After giving birth to her son in February 2011, she won three bronze medals at the 2011 National Titles in April. She then won a silver medal in the Chicago Marathon and came fourth in the New York City Marathon. At the 2012 London Paralympics, Dawes participated in the T54 class of the 800 m, 1500 m, 5000 m and marathon events.

She won a bronze medal in the T54 5000 m and finished sixth in the T54 marathon. At the 2014 Glasgow Commonwealth Games, she came fourth in the 1500 m T54.

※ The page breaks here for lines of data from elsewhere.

"""The element screen: which elements a compound contains, and which a query needs.

RDKit's pattern fingerprint sets no bits for an atom written as a list (``[Fe,Ru,Os]``), so a
query such as "a cyclopentadienyl ring on a metal" passes the fingerprint screen on most organic
compounds and RDKit has to reject them one by one. Element presence is the oldest screen there
is: every query atom that can only be one of a few elements needs one of them in the molecule.
Each compound's elements are kept as 128 bits (atomic numbers 0–118; 0 is the ``*`` atom) in
the screening index, read from its canonical SMILES; a query's needs are read from RDKit's own
description of each query atom. Anything the reader does not understand counts as "any
element", so the screen can only keep too much, never drop a hit (tests compare it with brute
force and with RDKit's atoms).
"""

from __future__ import annotations

import re
from functools import lru_cache
from typing import Any

import numpy as np

WORDS = 2  # 128 bits

_PARTS = re.compile(r"(\[[^\]]*\])")
_BRACKET = re.compile(r"\[\d*([A-Za-z][a-z]?|\*)")
_ORGANIC = re.compile(r"Cl|Br|[BCNOPSFI]|[bcnops]|\*")


@lru_cache(maxsize=1)
def _symbols() -> dict[str, int]:
    from rdkit import Chem

    table = Chem.GetPeriodicTable()
    return {table.GetElementSymbol(z): z for z in range(1, 119)} | {"*": 0}


def _bracket_element(part: str) -> int | None:
    """The atomic number of a bracket atom (``[nH]``, ``[Sc]``, ``[2H]``, ``[se]``, ``[Fe+2]``)."""
    found = _BRACKET.match(part)
    if found is None:
        return None
    symbols, text = _symbols(), found.group(1)
    if len(text) == 2 and text.capitalize() in symbols:
        return symbols[text.capitalize()]
    return symbols.get(text[0].upper() if text != "*" else "*")


def smiles_elements(smiles: str) -> set[int] | None:
    """Atomic numbers of the atoms written in a SMILES (None when a part cannot be read)."""
    out: set[int] = set()
    symbols = _symbols()
    for i, part in enumerate(_PARTS.split(smiles)):
        if i % 2:  # a bracket atom
            z = _bracket_element(part)
            if z is None:
                return None
            out.add(z)
        else:
            for token in _ORGANIC.findall(part):
                out.add(symbols[token.capitalize()] if token != "*" else 0)
    return out


def _words(numbers: set[int] | frozenset[int]) -> tuple[int, int]:
    bits = 0
    for z in numbers:
        bits |= 1 << z
    return bits & 0xFFFFFFFFFFFFFFFF, bits >> 64


def mask(numbers: set[int] | frozenset[int]) -> np.ndarray:
    """The element bits as two uint64 words (atomic number z is bit z % 64 of word z // 64)."""
    return np.array(_words(numbers), dtype=np.uint64)


ALL = (0xFFFFFFFFFFFFFFFF, 0xFFFFFFFFFFFFFFFF)


def compound_mask(smiles: str, binary: bytes | None = None) -> tuple[int, int]:
    """A compound's element bits (two words), from its SMILES or else its RDKit binary; all
    bits when neither can be read (never screened out)."""
    numbers = smiles_elements(smiles) if smiles else None
    if numbers is None and binary is not None:
        try:
            from rdkit import Chem

            numbers = {a.GetAtomicNum() for a in Chem.Mol(binary).GetAtoms()}
        except Exception:
            numbers = None
    return ALL if numbers is None else _words(numbers)


# ---------------------------------------------------------------- what a query needs


def _node(lines: list[str], start: int) -> tuple[frozenset[int] | None, int]:
    """(elements the description subtree at ``start`` allows or None for any, next line)."""
    line = lines[start]
    depth = len(line) - len(line.lstrip(" "))
    words = line.split()
    end = start + 1
    children: list[frozenset[int] | None] = []
    while end < len(lines) and len(lines[end]) - len(lines[end].lstrip(" ")) > depth:
        child, end = _node(lines, end)
        children.append(child)
    name = words[0] if words else ""
    negated = "!=" in words or "not" in words
    if children:
        if negated:
            return None, end
        if name == "AtomOr":
            if any(c is None for c in children):
                return None, end
            return frozenset().union(*children), end  # type: ignore[arg-type]
        if name == "AtomAnd":
            known = [c for c in children if c is not None]
            return (frozenset.intersection(*known) if known else None), end
        return None, end
    if negated or len(words) < 3 or words[2] != "=":
        return None, end
    if name in ("AtomAtomicNum", "AtomType"):
        try:
            value = int(words[1])
        except ValueError:
            return None, end
        return frozenset({value % 1000}), end  # AtomType: 1000 + Z for aromatic atoms
    return None, end


def atom_elements(atom: Any) -> frozenset[int] | None:
    """The elements a query atom can match; None when it could be any."""
    if not atom.HasQuery():
        z = atom.GetAtomicNum()
        return frozenset({z}) if z else None
    lines = [line for line in atom.DescribeQuery().splitlines() if line.strip()]
    if not lines:
        return None
    allowed, _ = _node(lines, 0)
    return allowed


def query_masks(mol: Any) -> list[np.ndarray]:
    """One element mask per query atom that narrows the elements (duplicates dropped): a
    matching molecule has at least one element of every mask."""
    seen: set[frozenset[int]] = set()
    out = []
    for atom in mol.GetAtoms():
        allowed = atom_elements(atom)
        if allowed is None or allowed in seen:
            continue
        seen.add(allowed)
        out.append(mask(allowed))
    return out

At the 2016 Rio de Janeiro Paralympics, she competed in four events and medalled in one. Christie, Angie Ballard, Madison de Rozario and Jemima Moore placed 3rd in the 4 × 400 m relay but were disqualified, before successfully appealing the decision and being reinstated to 2nd. Her results in the 2016 Rio Olympics are as follows; 1500 m T54 placed 8th overall with a time of 3:26.00. 5000 m T54 she placed 11th in her heat with a time of 12:15.95 and did not advance to the finals. In the Marathon T54 she placed 7th overall with a time of 1:42:59.

Dawes then competed at the 2020 Tokyo Paralympics held in 2021, coming 8th in the Marathon T54.

At the 2022 Commonwealth Games, she finished 5th in the Women's Marathon T54.

Dawes announced that the Cape Town Marathon in South Africa in May 2026 would be her last professional race.